For a long time, I struggled to figure out what to write about because not much was happening in Duranland. This week has been the exact opposite. It feels like a LOT has been happening. Am I the only one thinking that or is it simply because it has been so quiet that it is overwhelming to me? No matter. I love having a lot of Duran activity to think about and discuss. Speaking of thinking and discussing, I wanted to dive a little deeper into the recently published article from the Guardian, even though we mentioned it yesterday on our Vodka Friday which you can watch here.

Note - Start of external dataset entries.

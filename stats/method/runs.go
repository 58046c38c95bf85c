package method

import (
	"fmt"
	"math"
)

// Codes of the special-cause checks (our own short names).
const (
	SignalBeyondLimits  = "beyond-limits"              // one point beyond Limit·σ
	SignalTwoOfThree    = "two-of-three-beyond-2sigma" // 2 of 3 in a row beyond 2σ, same side
	SignalFourOfFive    = "four-of-five-beyond-1sigma" // 4 of 5 in a row beyond 1σ, same side
	SignalRunSameSide   = "run-same-side"              // a run on one side of the centre
	SignalTrend         = "trend"                      // steadily rising or falling
	SignalAlternating   = "alternating"                // up and down in turn
	SignalHuggingCentre = "hugging-centre"             // a run within 1σ of the centre
	SignalAvoidCentre   = "avoiding-centre"            // a run beyond 1σ, on both sides
)

// SignalSettings switches the special-cause checks and sets their
// parameters. A zero count or limit takes the published default given
// beside it; DefaultSignalSettings turns every check on.
type SignalSettings struct {
	BeyondLimits bool
	Limit        float64 // default 3 (Shewhart 1931)

	TwoOfThree bool // Western Electric 1956; Nelson 1984
	FourOfFive bool // Western Electric 1956; Nelson 1984

	RunSameSide bool
	SameSideRun int // default 9 (Nelson 1984; Western Electric 1956 used 8)

	Trend    bool
	TrendRun int // points in a row steadily rising or falling; default 6 (Nelson 1984)

	Alternating    bool
	AlternatingRun int // points in a row alternating up and down; default 14 (Nelson 1984)

	HuggingCentre bool
	HuggingRun    int // points in a row within 1σ of the centre; default 15 (Nelson 1984)

	AvoidCentre bool
	AvoidRun    int // points in a row beyond 1σ with both sides present; default 8 (Nelson 1984)
}

// DefaultSignalSettings turns on every check with the published defaults.
func DefaultSignalSettings() SignalSettings {
	return SignalSettings{
		BeyondLimits: true, Limit: 3, TwoOfThree: true, FourOfFive: true,
		RunSameSide: true, SameSideRun: 9, Trend: true, TrendRun: 6,
		Alternating: true, AlternatingRun: 14, HuggingCentre: true, HuggingRun: 15,
		AvoidCentre: true, AvoidRun: 8,
	}
}

// Signal is one special-cause signal: the check's code, the side (+1
// above the centre or rising, −1 below or falling, 0 for checks without a
// side), and the points (0-based) that make it. For the run checks every
// point from First to Last makes the signal and Points is nil; for the
// two-of-three and four-of-five checks Points lists the points beyond the
// zone (First and Last are the first and last of them). Indices returns
// the points in both cases.
type Signal struct {
	Rule        string
	Side        int
	First, Last int
	Points      []int
}

// Indices returns the points that make the signal.
func (s Signal) Indices() []int {
	if s.Points != nil {
		return s.Points
	}
	out := make([]int, 0, s.Last-s.First+1)
	for i := s.First; i <= s.Last; i++ {
		out = append(out, i)
	}
	return out
}

// Signals runs the switched-on checks for special causes on the points x
// plotted against centre with standard deviation sigma: one value for
// every point, or one per point (a mean chart with unequal subgroup sizes
// gives each mean its own σ/√nᵢ). The checks are the zone rules of the
// Western Electric Statistical Quality Control Handbook (1956) and the
// tests of Nelson (1984, J. Quality Technology 16:237), in our own words:
//
//   - beyond-limits: a point more than Limit·σ from the centre.
//   - two-of-three-beyond-2sigma: two of three points in a row more than 2σ
//     from the centre on the same side.
//   - four-of-five-beyond-1sigma: four of five points in a row more than 1σ
//     from the centre on the same side.
//   - run-same-side: SameSideRun or more points in a row strictly on one
//     side of the centre (a point on the centre ends the run).
//   - trend: TrendRun or more points in a row, each higher than the one
//     before (or each lower); an equal neighbour ends it.
//   - alternating: AlternatingRun or more points in a row going up and
//     down in turn.
//   - hugging-centre: HuggingRun or more points in a row less than 1σ from
//     the centre.
//   - avoiding-centre: AvoidRun or more points in a row more than 1σ from
//     the centre, with points on both sides among them.
//
// "More than kσ" is strict: a point exactly on a zone edge is on neither
// side of it. Each run check reports the whole maximal run once; the
// windowed checks report each cluster of overlapping windows once, with
// the points beyond the zone. Comparisons use x − centre against k·σ (no
// division), so σ = 0 is allowed. Signals are returned check by check, in
// order of their first point within each check.
func Signals(x []float64, centre float64, sigma []float64, s SignalSettings) ([]Signal, error) {
	n := len(x)
	if len(sigma) != 1 && len(sigma) != n {
		return nil, fmt.Errorf("%d sigmas for %d points: give one, or one per point", len(sigma), n)
	}
	for _, v := range sigma {
		if !(v >= 0) || math.IsInf(v, 0) {
			return nil, fmt.Errorf("sigma %g: it must be a finite number >= 0", v)
		}
	}
	if math.IsNaN(centre) || math.IsInf(centre, 0) {
		return nil, fmt.Errorf("centre %g: it must be finite", centre)
	}
	for i, v := range x {
		if math.IsNaN(v) || math.IsInf(v, 0) {
			return nil, fmt.Errorf("point %d is %g: points must be finite", i, v)
		}
	}
	sg := func(i int) float64 {
		if len(sigma) == 1 {
			return sigma[0]
		}
		return sigma[i]
	}
	// zone(i, k): +1 if x[i] is more than kσ above the centre, −1 if more
	// than kσ below, 0 otherwise.
	zone := func(i int, k float64) int {
		d, lim := x[i]-centre, k*sg(i)
		switch {
		case d > lim:
			return 1
		case d < -lim:
			return -1
		}
		return 0
	}
	var out []Signal
	if s.BeyondLimits {
		lim := ctlDefaultF(s.Limit, 3)
		for i := range x {
			if z := zone(i, lim); z != 0 {
				out = append(out, Signal{Rule: SignalBeyondLimits, Side: z, First: i, Last: i, Points: []int{i}})
			}
		}
	}
	if s.TwoOfThree {
		out = ctlWindowed(out, n, SignalTwoOfThree, 2, 3, func(i int) int { return zone(i, 2) })
	}
	if s.FourOfFive {
		out = ctlWindowed(out, n, SignalFourOfFive, 4, 5, func(i int) int { return zone(i, 1) })
	}
	if s.RunSameSide {
		side := func(i int) int {
			switch {
			case x[i] > centre:
				return 1
			case x[i] < centre:
				return -1
			}
			return 0
		}
		out = ctlRuns(out, n, SignalRunSameSide, ctlDefaultI(s.SameSideRun, 9), side, false)
	}
	if s.Trend {
		out = ctlSteps(out, x, SignalTrend, ctlDefaultI(s.TrendRun, 6), false)
	}
	if s.Alternating {
		out = ctlSteps(out, x, SignalAlternating, ctlDefaultI(s.AlternatingRun, 14), true)
	}
	if s.HuggingCentre {
		in := func(i int) int {
			if math.Abs(x[i]-centre) < sg(i) {
				return 2 // a class of its own (no side)
			}
			return 0
		}
		out = ctlRuns(out, n, SignalHuggingCentre, ctlDefaultI(s.HuggingRun, 15), in, false)
	}
	if s.AvoidCentre {
		out = ctlRuns(out, n, SignalAvoidCentre, ctlDefaultI(s.AvoidRun, 8), func(i int) int { return zone(i, 1) }, true)
	}
	return out, nil
}

func ctlDefaultI(v, d int) int {
	if v <= 0 {
		return d
	}
	return v
}

func ctlDefaultF(v, d float64) float64 {
	if !(v > 0) || math.IsInf(v, 0) {
		return d
	}
	return v
}

// ctlWindowed reports m of w points in a row with the same non-zero class
// (side beyond a zone). A window fires at point i when class(i) ≠ 0 and at
// least m of the last w points (fewer at the start) share it; overlapping
// firings on the same side join into one signal.
func ctlWindowed(out []Signal, n int, rule string, m, w int, class func(int) int) []Signal {
	cnt := [3]int{} // counts of −1, 0, +1 in the window
	cls := make([]int8, 0, w)
	open := -1 // index in out of the signal still open
	for i := 0; i < n; i++ {
		c := class(i)
		if len(cls) == w {
			cnt[cls[0]+1]--
			cls = cls[1:]
			if cap(cls) < w {
				cls = append(make([]int8, 0, 2*w), cls...)
			}
		}
		cls = append(cls, int8(c))
		cnt[c+1]++
		if c == 0 || cnt[c+1] < m {
			continue
		}
		lo := i - len(cls) + 1
		if open >= 0 && out[open].Side == c && out[open].Last >= lo {
			sg := &out[open]
			for j := sg.Last + 1; j <= i; j++ {
				if class(j) == c {
					sg.Points = append(sg.Points, j)
				}
			}
			sg.Last = i
			continue
		}
		var pts []int
		for j := lo; j <= i; j++ {
			if class(j) == c {
				pts = append(pts, j)
			}
		}
		out = append(out, Signal{Rule: rule, Side: c, First: pts[0], Last: i, Points: pts})
		open = len(out) - 1
	}
	return out
}

// ctlRuns reports maximal runs of at least minLen points with the same
// non-zero class. With bothSides, the class is a side (±1) and a run is
// any stretch of non-zero classes that holds both signs.
func ctlRuns(out []Signal, n int, rule string, minLen int, class func(int) int, bothSides bool) []Signal {
	start, cur := 0, 0
	seen := [2]bool{}
	flush := func(end int) {
		if cur == 0 || end-start+1 < minLen {
			return
		}
		side := cur
		if bothSides {
			if !(seen[0] && seen[1]) {
				return
			}
			side = 0
		}
		if side == 2 {
			side = 0
		}
		out = append(out, Signal{Rule: rule, Side: side, First: start, Last: end})
	}
	for i := 0; i < n; i++ {
		c := class(i)
		same := c == cur
		if bothSides {
			same = (c != 0) == (cur != 0)
		}
		if !same {
			flush(i - 1)
			start, cur, seen = i, c, [2]bool{}
		}
		if bothSides && c != 0 {
			cur = 1
			if c > 0 {
				seen[1] = true
			} else {
				seen[0] = true
			}
		}
	}
	flush(n - 1)
	return out
}

// ctlSteps reports maximal stretches of points whose steps all go the same
// way (trend: every step up, or every step down) or alternate (every step
// the opposite of the one before); a zero step ends a stretch. A stretch
// of p points has p − 1 steps.
func ctlSteps(out []Signal, x []float64, rule string, minPts int, alternate bool) []Signal {
	n := len(x)
	if n < 2 {
		return out
	}
	step := func(j int) int { // step from x[j-1] to x[j]
		switch {
		case x[j] > x[j-1]:
			return 1
		case x[j] < x[j-1]:
			return -1
		}
		return 0
	}
	start := 0 // first point of the current stretch
	prev := 0  // previous step
	flush := func(last int) {
		if prev != 0 && last-start+1 >= minPts {
			side := 0
			if !alternate {
				side = prev
			}
			out = append(out, Signal{Rule: rule, Side: side, First: start, Last: last})
		}
	}
	for j := 1; j < n; j++ {
		d := step(j)
		cont := d != 0 && prev != 0 && ((!alternate && d == prev) || (alternate && d == -prev))
		if !cont {
			flush(j - 1)
			start = j - 1
			if d == 0 {
				start = j
			}
		}
		prev = d
	}
	flush(n - 1)
	return out
}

Has everyone had a chance to read and digest the article? If you have not read it, you can read it here. I have obviously read a lot of articles on Duran over the course of my long-term fandom but it is rare that I have wanted to read one more than once to make sure that I didn’t miss anything. This is one of those articles. I’m not going to rehash it word-for-word here but I did want to comment on a few important points.
Focus on the Future
“Ahead of the interview, there have been instructions from their record label that our conversation must not dwell on the past; instead we must understand that Duran Duran are a band focused on the future.” This is the first line of the article that really caught my attention (aside from Nick’s vaccine preference). I had mixed emotions when I read this line. On one hand, I absolutely understand that desire to focus on the future. After all, they have albums that they will need to sell along with potential concert tickets, merchandise, etc. From an artist standpoint, I get why they would want to talk about their current projects. They are most excited about those and they are what they, personally, have been focused on for awhile now. In Duran’s case, in particular, I really get it. Too often, the only thing that interviewer want to ask about are the 80s and videos, thinking Duran only existed decades ago. So I get it. I appreciate it. Yet, there is a part of me that cringes a little bit there, too. While I definitely do not want Duran pigeon-holed into that 80s band image, I also want to acknowledge their legendary career. Can’t we do both? Interestingly enough, there are some mentions of the past despite that instruction, including the rise to fame and sheer hysteria of the height of Duran-mania. Ugh. That part of their story is interesting but I would have preferred something else. I’m not even sure what. I did appreciate Nick’s quote later on in the article when he said, “One has to accept age with grace,” he says. “While all bands would still love to be 18 years old, you have to embrace your history. There’s no point pretending. The way you just avoid it becoming nostalgia is by rearranging things, changing the visuals and the setlist. We don’t have to play Hungry Like the Wolf every night.” That’s right. They do not have to play HLTW every night or Come Undone or A View to a Kill or…
The Magic of Duran
One part of the article that I really loved is the discussion about the band’s chemistry and the magic that happened when they got and get together. For example, Simon’s quote about his first night with the band really expresses it well, “I thought: ‘God, this is the real thing, this is how it’s supposed to be,’” he remembers. “And I knew that I had to hold on to it as a job, and I had to hold on to those melodies, and I had to hold on to these guys because I knew there would never be anything in my life that was more creative and more immediate and more absolute than being in Duran Duran.” When I read that line, my heart just swelled. That feeling that Simon had decades ago is one that so many of us feel every time we hear a new song or see the band live or listen to an album that they connected with. John backs up the idea that the band is drawn together by saying it happens every time they are away from each other. If that isn’t something special, I don’t know what is.
Meaning behind Invisible
By now, we have all heard or read the origin of the lyrics to the band’s new song, Invisible. As Simon once again explained, it was about a relationship in which one person is not heard and starts to feel invisible, which was broadened to a universal experience of not being heard. John added a bit more, “Taylor notes that in that time, as the world has weathered isolation, upheaval and political protest, the song has acquired new layers of meaning. ‘It’s become enormously resonant,’ he says. ‘And I’m glad that we are not coming back with a party song. That would feel tone deaf.'” I know that some fans were hoping for a fun, carefree, more party type song and I can get that. One can make the argument that people need an escape. While I get that, for me, I am glad that they did not go in that direction. I needed someone to acknowledge what we have all been going through, whether that is some broad feeling of isolation due to the pandemic or something more personal or both. That acknowledgement made me feel SEEN. Yes, I want that sense of fun and escape, too, but I am not there yet. Like many, I’m adjusting, making moves, taking steps and, yes, I’m working hard at being heard, being acknowledged, being seen, being visible. Ignoring what people have gone through is not actually helpful. I thank them for going in this direction. I have a feeling that when we hear some of those party songs that are on the album, collectively, we will be ready to hear and really enjoy them.
Obviously, there was a lot more to this article with some discussion around Andy Taylor, Reportage, downloading music, the 1980s and more. Overall, I loved this article with lots of great content. What did the rest of you think? Did you like the article? Anything in it catch your attention?